INSTRUCTIONS TO FOLLOW:
In the reply, include exactly the lines of the entries below from the first to the line with "done = desk_results.saved_as(db, save_key)", that line included.

Data entries:
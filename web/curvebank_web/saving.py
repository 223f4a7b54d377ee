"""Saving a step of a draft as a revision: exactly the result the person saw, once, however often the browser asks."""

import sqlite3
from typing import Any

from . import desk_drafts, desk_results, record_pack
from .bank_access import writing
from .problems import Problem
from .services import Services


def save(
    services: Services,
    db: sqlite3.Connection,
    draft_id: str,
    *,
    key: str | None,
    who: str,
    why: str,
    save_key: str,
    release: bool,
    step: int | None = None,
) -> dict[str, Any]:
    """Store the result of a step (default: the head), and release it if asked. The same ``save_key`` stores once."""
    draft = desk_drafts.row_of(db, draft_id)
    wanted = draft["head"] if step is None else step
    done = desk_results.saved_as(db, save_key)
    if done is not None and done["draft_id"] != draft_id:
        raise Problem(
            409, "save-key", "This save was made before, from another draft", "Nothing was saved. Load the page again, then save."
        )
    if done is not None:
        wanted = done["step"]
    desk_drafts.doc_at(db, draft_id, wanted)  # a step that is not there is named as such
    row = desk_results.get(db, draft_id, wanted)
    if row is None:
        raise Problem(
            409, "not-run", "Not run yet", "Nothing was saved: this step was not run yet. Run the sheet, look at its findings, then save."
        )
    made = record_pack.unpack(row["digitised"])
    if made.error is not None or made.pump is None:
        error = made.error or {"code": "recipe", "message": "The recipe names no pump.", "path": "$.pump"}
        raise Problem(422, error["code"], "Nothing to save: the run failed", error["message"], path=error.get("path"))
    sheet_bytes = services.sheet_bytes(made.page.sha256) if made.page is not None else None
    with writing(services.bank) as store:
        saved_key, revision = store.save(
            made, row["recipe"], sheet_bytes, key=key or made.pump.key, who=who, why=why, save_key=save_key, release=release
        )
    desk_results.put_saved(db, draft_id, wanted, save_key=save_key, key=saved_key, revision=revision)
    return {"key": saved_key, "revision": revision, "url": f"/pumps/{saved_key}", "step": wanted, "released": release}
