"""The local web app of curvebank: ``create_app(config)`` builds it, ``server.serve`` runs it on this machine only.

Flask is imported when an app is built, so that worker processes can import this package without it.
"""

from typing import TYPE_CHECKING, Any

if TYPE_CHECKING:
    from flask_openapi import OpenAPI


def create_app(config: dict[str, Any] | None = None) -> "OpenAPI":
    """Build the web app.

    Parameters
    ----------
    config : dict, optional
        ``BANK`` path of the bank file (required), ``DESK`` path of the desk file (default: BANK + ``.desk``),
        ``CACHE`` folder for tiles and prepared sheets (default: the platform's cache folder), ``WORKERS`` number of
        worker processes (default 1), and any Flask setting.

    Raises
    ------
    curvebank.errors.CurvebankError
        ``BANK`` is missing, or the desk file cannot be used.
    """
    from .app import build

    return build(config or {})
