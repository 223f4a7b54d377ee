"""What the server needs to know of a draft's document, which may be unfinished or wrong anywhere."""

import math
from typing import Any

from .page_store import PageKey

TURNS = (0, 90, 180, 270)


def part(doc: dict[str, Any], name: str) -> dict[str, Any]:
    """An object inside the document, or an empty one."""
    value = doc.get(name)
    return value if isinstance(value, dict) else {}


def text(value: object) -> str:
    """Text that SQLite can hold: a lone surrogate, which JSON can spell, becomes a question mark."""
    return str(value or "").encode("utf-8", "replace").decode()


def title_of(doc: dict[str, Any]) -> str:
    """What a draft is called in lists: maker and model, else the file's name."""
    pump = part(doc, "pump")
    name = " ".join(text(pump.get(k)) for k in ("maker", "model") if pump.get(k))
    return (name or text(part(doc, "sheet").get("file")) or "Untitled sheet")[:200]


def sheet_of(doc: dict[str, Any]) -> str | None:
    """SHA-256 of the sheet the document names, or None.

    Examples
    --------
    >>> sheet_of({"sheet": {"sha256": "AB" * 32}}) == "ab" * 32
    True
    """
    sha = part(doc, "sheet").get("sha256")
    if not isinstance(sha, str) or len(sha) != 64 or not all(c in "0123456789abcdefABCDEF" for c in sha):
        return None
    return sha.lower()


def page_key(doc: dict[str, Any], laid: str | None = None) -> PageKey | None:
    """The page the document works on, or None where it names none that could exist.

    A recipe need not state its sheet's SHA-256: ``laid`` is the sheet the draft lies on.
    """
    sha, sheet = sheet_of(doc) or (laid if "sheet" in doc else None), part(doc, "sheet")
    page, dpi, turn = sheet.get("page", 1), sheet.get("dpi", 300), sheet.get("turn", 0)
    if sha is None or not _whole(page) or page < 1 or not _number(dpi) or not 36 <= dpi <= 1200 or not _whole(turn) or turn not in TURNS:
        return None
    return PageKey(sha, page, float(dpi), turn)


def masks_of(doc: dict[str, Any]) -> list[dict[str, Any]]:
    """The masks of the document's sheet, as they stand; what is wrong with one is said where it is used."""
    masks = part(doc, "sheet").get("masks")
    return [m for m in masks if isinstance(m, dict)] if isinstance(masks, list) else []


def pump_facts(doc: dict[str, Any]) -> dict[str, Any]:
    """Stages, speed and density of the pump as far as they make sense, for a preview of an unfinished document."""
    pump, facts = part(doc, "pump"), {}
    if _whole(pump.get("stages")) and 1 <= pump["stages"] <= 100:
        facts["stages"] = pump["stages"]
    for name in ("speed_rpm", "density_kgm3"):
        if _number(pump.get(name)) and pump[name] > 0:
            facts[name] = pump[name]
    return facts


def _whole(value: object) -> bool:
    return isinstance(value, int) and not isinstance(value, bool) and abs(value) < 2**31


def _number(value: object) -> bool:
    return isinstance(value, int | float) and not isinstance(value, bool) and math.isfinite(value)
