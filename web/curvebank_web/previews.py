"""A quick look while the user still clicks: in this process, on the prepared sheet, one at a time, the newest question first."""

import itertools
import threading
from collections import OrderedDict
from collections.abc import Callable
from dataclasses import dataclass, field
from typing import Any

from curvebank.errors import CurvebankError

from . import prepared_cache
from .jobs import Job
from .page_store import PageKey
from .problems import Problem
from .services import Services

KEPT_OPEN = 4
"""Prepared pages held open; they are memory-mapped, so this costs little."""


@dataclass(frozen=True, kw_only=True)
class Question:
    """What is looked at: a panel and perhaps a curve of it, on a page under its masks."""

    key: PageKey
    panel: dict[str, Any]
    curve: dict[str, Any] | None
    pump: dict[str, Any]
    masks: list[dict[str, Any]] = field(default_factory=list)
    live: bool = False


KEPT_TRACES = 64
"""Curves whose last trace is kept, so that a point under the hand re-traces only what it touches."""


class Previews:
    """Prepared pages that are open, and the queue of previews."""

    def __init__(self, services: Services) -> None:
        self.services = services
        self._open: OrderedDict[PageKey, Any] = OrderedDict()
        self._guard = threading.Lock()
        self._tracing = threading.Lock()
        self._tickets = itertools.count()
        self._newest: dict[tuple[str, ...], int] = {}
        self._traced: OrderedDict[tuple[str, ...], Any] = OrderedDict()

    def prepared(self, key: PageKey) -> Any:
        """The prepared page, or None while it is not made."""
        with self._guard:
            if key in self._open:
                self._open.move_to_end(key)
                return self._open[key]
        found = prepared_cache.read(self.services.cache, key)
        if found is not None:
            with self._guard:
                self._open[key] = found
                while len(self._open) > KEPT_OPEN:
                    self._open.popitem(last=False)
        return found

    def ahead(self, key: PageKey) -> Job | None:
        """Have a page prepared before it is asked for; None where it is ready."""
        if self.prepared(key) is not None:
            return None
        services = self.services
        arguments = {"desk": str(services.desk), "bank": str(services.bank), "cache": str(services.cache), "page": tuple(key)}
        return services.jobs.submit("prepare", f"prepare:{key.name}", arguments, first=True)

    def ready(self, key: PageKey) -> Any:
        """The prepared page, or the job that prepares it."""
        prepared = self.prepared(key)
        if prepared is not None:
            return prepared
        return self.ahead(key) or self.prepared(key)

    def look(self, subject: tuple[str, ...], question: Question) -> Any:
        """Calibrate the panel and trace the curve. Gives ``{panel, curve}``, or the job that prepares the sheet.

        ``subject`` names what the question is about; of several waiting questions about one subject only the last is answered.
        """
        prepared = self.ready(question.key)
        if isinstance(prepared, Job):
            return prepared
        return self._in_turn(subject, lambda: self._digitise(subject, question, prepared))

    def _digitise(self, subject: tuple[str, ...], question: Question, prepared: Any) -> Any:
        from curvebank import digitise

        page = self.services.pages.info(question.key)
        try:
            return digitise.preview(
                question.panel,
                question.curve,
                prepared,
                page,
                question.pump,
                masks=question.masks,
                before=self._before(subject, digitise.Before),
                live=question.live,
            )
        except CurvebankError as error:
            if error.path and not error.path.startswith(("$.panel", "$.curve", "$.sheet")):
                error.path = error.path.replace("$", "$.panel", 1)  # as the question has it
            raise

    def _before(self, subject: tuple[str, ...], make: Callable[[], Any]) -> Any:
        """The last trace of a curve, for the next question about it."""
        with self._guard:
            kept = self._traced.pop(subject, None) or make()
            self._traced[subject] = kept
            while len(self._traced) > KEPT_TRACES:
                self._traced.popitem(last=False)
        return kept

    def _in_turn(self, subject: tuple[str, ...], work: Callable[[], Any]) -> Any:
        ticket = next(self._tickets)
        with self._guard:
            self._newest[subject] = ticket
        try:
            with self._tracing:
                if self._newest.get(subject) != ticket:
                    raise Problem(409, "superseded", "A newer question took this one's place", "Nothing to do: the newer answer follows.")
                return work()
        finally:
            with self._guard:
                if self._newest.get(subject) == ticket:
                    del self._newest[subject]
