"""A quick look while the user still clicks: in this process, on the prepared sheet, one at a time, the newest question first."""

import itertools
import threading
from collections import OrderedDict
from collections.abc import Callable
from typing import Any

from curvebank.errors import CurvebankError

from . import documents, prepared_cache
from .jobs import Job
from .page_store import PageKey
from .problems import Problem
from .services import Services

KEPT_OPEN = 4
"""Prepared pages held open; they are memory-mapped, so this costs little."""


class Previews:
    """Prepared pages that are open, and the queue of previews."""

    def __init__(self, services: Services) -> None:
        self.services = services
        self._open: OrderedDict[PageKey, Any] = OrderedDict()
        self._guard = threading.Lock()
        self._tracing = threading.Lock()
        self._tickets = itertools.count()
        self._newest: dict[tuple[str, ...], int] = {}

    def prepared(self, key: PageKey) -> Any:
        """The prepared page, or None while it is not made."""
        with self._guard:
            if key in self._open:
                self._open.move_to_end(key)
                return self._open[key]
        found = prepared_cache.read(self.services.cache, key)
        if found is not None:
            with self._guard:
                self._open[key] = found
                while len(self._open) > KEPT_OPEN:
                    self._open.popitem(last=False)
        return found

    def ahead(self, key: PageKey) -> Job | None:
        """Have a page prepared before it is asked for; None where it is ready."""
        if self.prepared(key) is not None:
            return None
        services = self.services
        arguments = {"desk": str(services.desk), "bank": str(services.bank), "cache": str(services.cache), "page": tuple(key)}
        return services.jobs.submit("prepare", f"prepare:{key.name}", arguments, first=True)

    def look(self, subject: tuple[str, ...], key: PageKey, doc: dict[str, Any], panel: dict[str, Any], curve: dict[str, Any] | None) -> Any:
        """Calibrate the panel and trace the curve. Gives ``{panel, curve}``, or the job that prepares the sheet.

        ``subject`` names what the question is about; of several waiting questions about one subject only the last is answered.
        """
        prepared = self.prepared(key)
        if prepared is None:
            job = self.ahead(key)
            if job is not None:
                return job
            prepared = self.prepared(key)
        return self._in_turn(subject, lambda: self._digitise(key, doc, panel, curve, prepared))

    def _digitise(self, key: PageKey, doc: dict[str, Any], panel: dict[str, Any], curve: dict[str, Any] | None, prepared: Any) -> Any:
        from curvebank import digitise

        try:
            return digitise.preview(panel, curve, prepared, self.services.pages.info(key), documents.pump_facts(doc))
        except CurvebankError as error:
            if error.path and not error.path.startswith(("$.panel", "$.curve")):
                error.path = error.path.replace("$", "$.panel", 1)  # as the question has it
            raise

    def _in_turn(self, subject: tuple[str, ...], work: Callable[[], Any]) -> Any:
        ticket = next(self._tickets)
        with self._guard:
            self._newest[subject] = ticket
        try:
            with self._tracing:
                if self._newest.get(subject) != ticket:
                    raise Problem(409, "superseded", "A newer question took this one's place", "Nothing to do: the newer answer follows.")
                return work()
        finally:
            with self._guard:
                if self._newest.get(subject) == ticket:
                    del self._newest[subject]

YOUR RESPONSE:
filename web/curvebank_web/saving.py
repository 223f4a7b54d377ee
"""Saving a step of a draft as a revision: exactly the result the person saw, once, however often the browser asks."""

import sqlite3
from typing import Any

from . import desk_drafts, desk_results, record_pack
from .bank_access import writing
from .problems import Problem
from .services import Services


def save(
    services: Services,
    db: sqlite3.Connection,
    draft_id: str,
    *,
    key: str | None,
    who: str,
    why: str,
    save_key: str,
    release: bool,
    step: int | None = None,
) -> dict[str, Any]:
    """Store the result of a step (default: the head), and release it if asked. The same ``save_key`` stores once."""
    draft = desk_drafts.row_of(db, draft_id)
    wanted = draft["head"] if step is None else step
    done = desk_results.saved_as(db, save_key)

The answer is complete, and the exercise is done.